No marriage is perfect however no marriage is what you may think it is. After telling you about what people think of our marriage now let me tell you the truth:
Silas and I are best friends and we tell each other everything and I do mean everything. We get angry at each other and sometimes we yell (I do most of the yelling) and sometimes we both go somewhere alone to cry but at the end of the day we always make up and we never go to bed upset and if we do my husband doesn’t sleep long because I wake him up to talk and cuddle and to make it better.
Our chores are split evenly no matter where we are staying and we take care of each other which means we pick up after each other and such.
We both have sick parents and sometimes we have to spend nearly a month apart to take care of our parents due to the fact that we are from different counties in Kentucky. Our parents are very important to us.
Coming into this marriage we both had friends, Silas had more friends than I did but we still had to separate ourselves. Some of his friends didn’t like me and some just didn’t want they’re buddy to be married and some accepted me and actually became friends with me to. Silas and I both had to let people go so that we could make our marriage work.
Our relationship is not just a relationship it’s a friendship, partnership and a gift from God.
We entered our marriage both as sinners but a year later both gave our hearts to God. Our marriage became less stressful because we started letting God take control and letting God work our lives out.
Still yet people wanted to hurt us and ruin what God has put together but it didn’t work. We really love each other and God really has blessed us and I know he has a plan for us both.
Don’t let people make you think marriage is easy sailing and don’t let them make you think it’s a bad thing. Marriage truly is a beautiful thing if you give it to God.
Sometimes you will encounter people and situations where you have to stand up and speak your peace and then sometimes you have to bite your tongue and let go and let God.
I’ve learned a lot about love since I met Silas. I’ve learned that it does exist and that it is possible for everyone to be loved but not just by a man or woman but also by God.
If God has taken the time to bless you with a person of your own to comfort you, befriend you, love you and share your life with then that is one of the many examples that he loves you.

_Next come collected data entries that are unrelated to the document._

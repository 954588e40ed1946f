import { useId } from 'react';

/** One of a few, as buttons side by side: radio buttons in behaviour, so arrow keys choose. */
export function Segmented<Value extends string>({
  label,
  options,
  value,
  onChange,
  labelHidden = false,
  describedBy,
}: {
  label: string;
  options: readonly { value: Value; label: string; help?: string }[];
  value: Value;
  onChange: (value: Value) => void;
  labelHidden?: boolean;
  describedBy?: string;
}) {
  const name = useId();
  return (
    <fieldset className="min-w-0" aria-describedby={describedBy}>
      <legend className={labelHidden ? 'sr-only' : 'mb-1 text-small'}>{label}</legend>
      <div className="flex flex-wrap border-rule border-b">
        {options.map((option) => (
          <label
            key={option.value}
            title={option.help}
            className="relative flex min-h-7 flex-auto cursor-pointer items-center justify-center bg-field px-2 py-0.5 text-center text-ink2 text-small leading-tight has-checked:bg-ink has-checked:font-semibold has-checked:text-ground has-focus-visible:outline-2 has-focus-visible:outline-ink has-focus-visible:outline-offset-2 max-margin:min-h-[34px]"
          >
            <input
              type="radio"
              name={name}
              value={option.value}
              checked={option.value === value}
              onChange={() => onChange(option.value)}
              className="absolute inset-0 cursor-pointer appearance-none outline-none"
            />
            <span className="relative">{option.label}</span>
          </label>
        ))}
      </div>
    </fieldset>
  );
}
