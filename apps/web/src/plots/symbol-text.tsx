import { symbolRuns, type TextRun } from '@nightcone/drawing';
import { numbered } from './numbered.ts';

/** A symbol of physics in the serif face, from its TeX, without a formula engine. */
export function SymbolText({ tex, className = '' }: { tex: string; className?: string }) {
  return (
    <span className={`whitespace-nowrap font-serif text-[1.1em] ${className}`}>
      {numbered(symbolRuns(tex)).map(({ key, item: run }) => {
        const Shift = run.shift === 'sub' ? 'sub' : run.shift === 'super' ? 'sup' : 'span';
        return (
          <Shift key={key} className={run.shift ? 'text-[0.72em]' : ''}>
            {run.italic ? <i>{run.text}</i> : run.text}
          </Shift>
        );
      })}
    </span>
  );
}

/** The same inside a drawing, with the unit behind it. */
export function SymbolSpans({ runs, unit }: { runs: readonly TextRun[]; unit: string }) {
  return (
    <>
      {numbered(runs).map(({ key, item: run }) => (
        <tspan
          key={key}
          fontStyle={run.italic ? 'italic' : 'normal'}
          {...(run.shift ? { fontSize: 11, baselineShift: run.shift } : {})}
        >
          {run.text}
        </tspan>
      ))}
      {unit ? (
        <tspan fontSize={13} className="fill-ink2">
          {` (${unit})`}
        </tspan>
      ) : null}
    </>
  );
}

While Satan has came in many forms and tried to ruin our marriage and our faith in God, he has failed.
Remember, you are marrying one person, not the world. So don’t let other people break you or your marriage.
Even in the bad times my husband and I always pray together. We make sure we make time everyday and night to devote ourselves and our marriage to God.

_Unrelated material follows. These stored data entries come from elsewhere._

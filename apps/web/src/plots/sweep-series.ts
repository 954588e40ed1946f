import type { SweepPoint } from '@nightcone/contracts';
import { formatQuantity, type Mark } from '@nightcone/drawing';
import { type BuiltPlot, domainOf, rangeOf } from './built-plot.ts';
import { buildGridMap } from './grid-map.ts';
import { axisIndices, type DrawnAxis } from './sweep-axis.ts';

export interface SweepQuantityData {
  label: string;
  symbol: string;
  unit: string;
  /** Values of the points that have arrived, by point index. */
  rows: ReadonlyMap<number, readonly number[]>;
}

interface SweepDrawing {
  axes: readonly DrawnAxis[];
  points: readonly SweepPoint[];
  quantity: SweepQuantityData;
  /** Which axis runs to the right; the others are lines (`along` null) or fixed. */
  xAxis: number;
  /** Index on every other axis that is shown; null: all of them. */
  fixed: readonly (number | null)[];
  /** Which number of a row a map shows. */
  entry?: number;
}

const ended = new Set(['failed', 'broken-off', 'cancelled']);

/** The quantity against one swept parameter: lines through single values in the order of the axis, dots for rows. */
export function buildSweepSeries({ axes, points, quantity, xAxis, fixed }: SweepDrawing): BuiltPlot {
  const lengths = axes.map((axis) => axis.places.length);
  const x = axes[xAxis] as DrawnAxis;
  const shown: { index: number; x: number; y: number }[] = [];
  const series = new Map<string, { x: number; y: number }[]>();
  const failed: number[] = [];
  let single = true;
  for (const point of points) {
    const at = axisIndices(point.index, lengths);
    if (fixed.some((index, axis) => axis !== xAxis && index !== null && at[axis] !== index)) continue;
    const place = x.places[at[xAxis] as number] as number;
    if (ended.has(point.state)) failed.push(place);
    const values = quantity.rows.get(point.index);
    const key = at.filter((_, axis) => axis !== xAxis).join(' ');
    const list = series.get(key) ?? [];
    series.set(key, list);
    // a failed point breaks its line: never interpolated over
    if (ended.has(point.state)) list.push({ x: place, y: Number.NaN });
    if (!values) continue;
    if (values.length > 1) single = false;
    for (const y of values) {
      shown.push({ index: point.index, x: place, y });
      list.push({ x: place, y });
    }
  }
  const yDomain = rangeOf([shown.map(({ y }) => y)], [0, 1], 0.06);
  if (yDomain[0] > 0 && yDomain[0] < 0.35 * yDomain[1]) yDomain[0] = 0;
  const marks: Mark[] = failed.map((at) => ({
    kind: 'rule',
    role: 'failed',
    across: 'x',
    at,
    dotted: true,
    label: '×',
  }));
  for (const list of series.values()) {
    const sorted = list.toSorted((a, b) => a.x - b.x);
    const xs = sorted.map((each) => each.x);
    const ys = sorted.map((each) => each.y);
    // counts (atoms, levels) are not joined: neighbours may belong to different families
    if (single && !x.ordered && !xs.every(Number.isInteger))
      marks.push({ kind: 'line', role: 'other', x: xs, y: ys, width: 1 });
    marks.push({ kind: 'points', role: 'ink', x: xs, y: ys, radius: shown.length > 800 ? 1.4 : 2 });
  }
  return {
    plot: {
      caption: `${capital(quantity.label)} against ${x.label}; ${quantity.rows.size} of ${points.length} points are there${
        failed.length > 0 ? `, ${failed.length} failed (×)` : ''
      }.`,
      x: {
        symbol: x.symbol,
        unit: x.unit,
        domain: widened(domainOf(x.places)),
        integer: x.places.every(Number.isInteger),
      },
      y: { symbol: quantity.symbol, unit: quantity.unit, domain: yDomain },
      marks,
    },
    targets: {
      x: shown.map((each) => each.x),
      y: shown.map((each) => each.y),
      describe(i) {
        const { index, y } = shown[i] as (typeof shown)[number];
        return {
          ...describePoint(axes, index, lengths),
          value: formatQuantity(y, quantity.unit),
          description: quantity.label,
        };
      },
    },
    table: valueTable(axes, lengths, points, quantity),
  };
}

/** Two swept parameters as a map; points that have not arrived stay empty, failed ones are crossed. */
export function buildSweepMap(
  { axes, points, quantity, xAxis, fixed, entry = 0 }: SweepDrawing,
  yAxis: number,
): BuiltPlot {
  const lengths = axes.map((axis) => axis.places.length);
  const x = axes[xAxis] as DrawnAxis;
  const y = axes[yAxis] as DrawnAxis;
  const values = new Float64Array(x.places.length * y.places.length).fill(Number.NaN);
  const indices = new Int32Array(values.length).fill(-1);
  const failedX: number[] = [];
  const failedY: number[] = [];
  for (const point of points) {
    const at = axisIndices(point.index, lengths);
    if (fixed.some((index, axis) => axis !== xAxis && axis !== yAxis && index !== null && at[axis] !== index)) continue;
    const place = (at[xAxis] as number) * y.places.length + (at[yAxis] as number);
    indices[place] = point.index;
    values[place] = quantity.rows.get(point.index)?.[entry] ?? Number.NaN;
    if (ended.has(point.state)) {
      failedX.push(x.places[at[xAxis] as number] as number);
      failedY.push(y.places[at[yAxis] as number] as number);
    }
  }
  const built = buildGridMap({
    caption: `${capital(quantity.label)} over ${x.label} and ${y.label}; ${quantity.rows.size} of ${points.length} points are there.`,
    x: { symbol: x.symbol, label: x.label, unit: x.unit, values: x.places },
    y: { symbol: y.symbol, label: y.label, unit: y.unit, values: y.places },
    z: { symbol: quantity.symbol, label: quantity.label, unit: quantity.unit },
    values,
    signed: values.some((value) => value < 0),
  });
  // the grid is drawn in ascending order of both axes: find the point behind each of its places again
  const order = (places: readonly number[]) =>
    places.map((_, i) => i).sort((a, b) => (places[a] as number) - (places[b] as number));
  const [xOrder, yOrder] = [order(x.places), order(y.places)];
  return {
    ...built,
    plot: {
      ...built.plot,
      x: { ...built.plot.x, domain: widened(domainOf(x.places)) },
      y: { ...built.plot.y, domain: widened(domainOf(y.places)) },
      marks: [
        ...built.plot.marks,
        { kind: 'points', role: 'failed', shape: 'cross', radius: 4, x: failedX, y: failedY },
      ],
    },
    targets: {
      ...built.targets,
      describe(i) {
        const row = xOrder[Math.floor(i / y.places.length)] as number;
        const column = yOrder[i % y.places.length] as number;
        const index = indices[row * y.places.length + column] as number;
        const value = values[row * y.places.length + column] as number;
        return {
          ...describePoint(axes, index, lengths),
          value: Number.isNaN(value) ? 'not there yet' : formatQuantity(value, quantity.unit),
          description: quantity.label,
        };
      },
    },
    table: valueTable(axes, lengths, points, quantity),
  };
}

const capital = (text: string) => text.charAt(0).toUpperCase() + text.slice(1);
/** Half a step of room, so that the outer points are whole. */
const widened = ([low, high]: readonly [number, number]): [number, number] => {
  const room = (high - low) * 0.03 || 0.5;
  return [low - room, high + room];
};

function describePoint(axes: readonly DrawnAxis[], index: number, lengths: readonly number[]) {
  const at = axisIndices(index, lengths);
  return {
    point: index,
    rows: axes.map((axis, i) => {
      const place = at[i] as number;
      return {
        symbol: axis.symbol,
        label: axis.label,
        value: axis.ordered ? (axis.texts[place] ?? '') : formatQuantity(axis.places[place] as number, axis.unit),
      };
    }),
  };
}

function valueTable(
  axes: readonly DrawnAxis[],
  lengths: readonly number[],
  points: readonly SweepPoint[],
  quantity: SweepQuantityData,
): BuiltPlot['table'] {
  const rows = points.flatMap((point): { point: SweepPoint; value: number | null; order: number }[] => {
    const values = quantity.rows.get(point.index);
    return values ? values.map((value, order) => ({ point, value, order })) : [{ point, value: null, order: 0 }];
  });
  return {
    columns: [
      ...axes.map(({ label, unit }) => ({ label, unit })),
      { label: quantity.label, unit: quantity.unit },
      { label: 'number', unit: '' },
      { label: 'state', unit: '' },
    ],
    rows: rows.length,
    cell(row, column) {
      const { point, value, order } = rows[row] as (typeof rows)[number];
      const axis = axes[column];
      if (axis) {
        const place = axisIndices(point.index, lengths)[column] as number;
        return axis.ordered ? (axis.texts[place] ?? '') : (axis.places[place] as number);
      }
      return [value ?? '', order + 1, point.state][column - axes.length] as number | string;
    },
  };
}
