import { type Geometry, round } from '@nightcone/drawing';
import { memo } from 'react';
import { SymbolSpans } from './symbol-text.tsx';

/** Open frame: two spines 8 px off the data, ticks outward, symbol and unit above and at the right end. */
export const PlotAxes = memo(function PlotAxes({ geometry }: { geometry: Geometry }) {
  const { data, x, y, side, cells } = geometry;
  const ticks = [
    `M${data.x},${x.at}H${round(data.x + data.width)}`,
    ...x.ticks.map((tick) => `M${tick.at},${x.at}v${tick.label === null ? 3 : 5}`),
    `M${y.at},${data.y}V${round(data.y + data.height)}`,
    ...y.ticks.map((tick) => `M${y.at},${tick.at}h${tick.label === null ? -3 : -5}`),
  ].join('');
  return (
    <g>
      <path d={ticks} fill="none" className="stroke-rule" />
      <g className="fill-ink2 font-mono [font-feature-settings:'calt'_0]" fontSize={12}>
        {x.ticks.map((tick) =>
          tick.label === null ? null : (
            <text key={tick.at} x={tick.at} y={x.at + 18} textAnchor="middle">
              {tick.label}
            </text>
          ),
        )}
        {y.ticks.map((tick) =>
          tick.label === null ? null : (
            <text key={tick.at} x={y.at - 8} y={tick.at + 4} textAnchor="end">
              {tick.label}
            </text>
          ),
        )}
        {side?.labels.map((label) => (
          <text key={`${label.text} ${label.at}`} x={side.at} y={label.at + 4}>
            {label.text}
          </text>
        ))}
        {cells[0]?.bar.ticks.map((tick) => (
          <text key={tick.at} x={(cells[0]?.bar.x ?? 0) + 13} y={tick.at + 4}>
            {tick.label}
          </text>
        ))}
      </g>
      <g className="fill-ink font-serif" fontSize={16}>
        <text x={Math.max(4, y.at - 22)} y={data.y - 14}>
          <SymbolSpans runs={y.symbol} unit={y.unit} />
        </text>
        <text x={data.x + data.width} y={x.at + 36} textAnchor="end">
          <SymbolSpans runs={x.symbol} unit={x.unit} />
        </text>
        {side ? (
          <text x={side.at} y={data.y - 14} fontStyle="italic">
            {side.title}
          </text>
        ) : null}
        {cells[0] ? (
          <text x={geometry.size.width - 2} y={data.y - 14} textAnchor="end">
            <SymbolSpans runs={cells[0].bar.symbol} unit={cells[0].bar.unit} />
          </text>
        ) : null}
      </g>
    </g>
  );
});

You can’t do this alone, and if you manage to its gonna be tough. Instead do it with God. Devote your love for one another to God and let him work things out, let him direct your path.
So what’s the truth about marriage? The truth is it needs God, love, trust and faith in each other. While the world may try to ruin it for you remember these verses: “But from the beginning of the creation God made them male and female. For this cause shall a man leave his father and mother, and cleave to his wife; And they twain shall be one flesh: so then they are no more twain, but one flesh. What therefore God hath joined together, let not man put asunder.”- Mark 10:6-9 KJV
Go and be in peace and love one another, do not let the worldly things of this world burden you. For what God has created cannot be broken as long as he is in the midst, amen!